I explored the possibility of adopting a human step-detecting algorithm to count steps in elephants using wearable technology like the Daily Diary tag. With the peak detection method for step counting, I was able to achieve an average accuracy of 96.0% in my step-counting algorithm (lowest: 92.8%; highest: 100%). Despite being one of the most common methods of step counting, the peak detection method often overestimates the step count which was also observed in this study.
Additionally, I found a significant difference in the mean VeDBA measured in the indoor and the outdoor enclosures (Dunn test, p<0.001), with the VeDBA being higher for the indoor enclosure where the surface was covered with sand compared to both outdoor enclosures where the surface was harder and mud-covered. VeDBA did not differ between the two outdoor enclosures. This indicates that a difference in acceleration associated with a step may be observed due to differences in the substrate over which the movement occurs. Though the test was performed only using a 15-minute subset for each enclosure, it demonstrates that data from biosensors may be used to distinguish movement patterns based on subtle differences, which are often indistinguishable to the naked eye, in the signals logged by the sensors.
Nevertheless, there were some caveats in this study that are important to keep in mind. The results presented in this study are based on just 17 hours of data from one female elephant and are thus not only limited quantitatively but also do not account for variability among individuals. The data were also collected during a period when access to outdoor enclosures was reduced due to severe weather conditions, which limited the variability in data collected from outdoor enclosures.

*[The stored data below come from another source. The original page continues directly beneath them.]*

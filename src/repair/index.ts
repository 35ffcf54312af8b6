// The repair module: synthetic damage, the classical detector, mask-only replacement, whole-scan repair, figures.
export * from './damage.js';
export * from './morphology.js';
export * from './detector.js';
export * from './fill.js';
export * from './measures.js';
export * from './scan-repair.js';
export * from './network.js';
export * from './repair-model.js';
export * from './repair-training.js';
export * from './network-repair.js';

However, the implications of this study are important for furthering our understanding of activity and movement patterns in elephants. Consistent activity patterns are an indicator of the good welfare of animals housed under human care. Deviations from these activity patterns, often observed by the caretakers in a qualitative manner, are taken as signs of stress and reduced welfare. Body-worn technology that continuously tracks the activity of an animal provides a more consistent estimate of the stress and welfare of animals. Therefore, the development of such technologies will provide us with a quantitative and reliable measure of activity that can be easily analysed to evaluate the well-being of the animal.
This study is a first step towards the development of continuous activity tracking of animals. The high accuracy of the proposed algorithm may be used as a proof of concept for continuous activity logging in a detailed manner and hopefully, be used to further activity tracking of animals in a manner at par with what is observed in humans. Activity monitoring in humans has proved beneficial to the health and well-being of millions of individuals and could produce similar results for animals. This is especially true for endangered species like the Asian elephant about whom there is a notable lack of information regarding their activity budgets and movement patterns. Activity monitoring in animals can not only improve the welfare of animals housed under human care but also provide us with detailed information regarding the physiology and movement of both captive and free-living animals. Detailed information regarding movement patterns as well as daily and seasonal activity patterns may aid in conservation efforts for the Asian elephant.